The Institute for Orthodox Christian Studies (IOCS) is a theological college in Cambridge, England. It works in collaboration with the University of Cambridge and Anglia Ruskin University and awards its degree programs through these universities. IOCS is the only Christian Orthodox institute for higher education in the UK and, beside the Department of Orthodox Theology at the University of Eastern Finland, the only academic institution teaching the Orthodox faith in English anywhere in western Europe. Along with other theological colleges in Cambridge, it is a member of the Cambridge Theological Federation. The institute adopts a holistic approach to learning that integrates academic study with a liturgical life.

Foundation and vision 
The idea of an Orthodox institute was conceived after Metropolitan Anthony of Sourozh was awarded an honorary doctorate in 1996 by the University of Cambridge.
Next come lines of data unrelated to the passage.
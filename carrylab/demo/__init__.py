"""The invented world of the demo data: eleven economies, 360 months, made from one seed."""

from carrylab.demo.clean import write_clean
from carrylab.demo.dirty import write_dirty
from carrylab.demo.world import World, world

# Chosen among a thousand so that the one sample users see stays near the population values.
SEED = 2795

__all__ = ["SEED", "World", "world", "write_clean", "write_dirty"]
The institute was established and received the first admission of students in 1999. The declared aims of the institute, as expressed in its memorandum and articles of association, are "to advance religious and theological education, particularly of members of the Orthodox Church."

IOCS was founded 2 March 1999 as a registered charity and limited company in England and Wales. It became a member of the Cambridge Theological Federation in the same year. In 2012 the Orthodox Episcopal Assembly for Great Britain and Ireland recognised, approved and blessed IOCS as an educational centre and appointed one of its bishops, Metropolitan Kallistos Ware, to be the institute's first president. Concordant with the teaching at IOCS, he is also an advocate for teaching the Orthodox faith in English.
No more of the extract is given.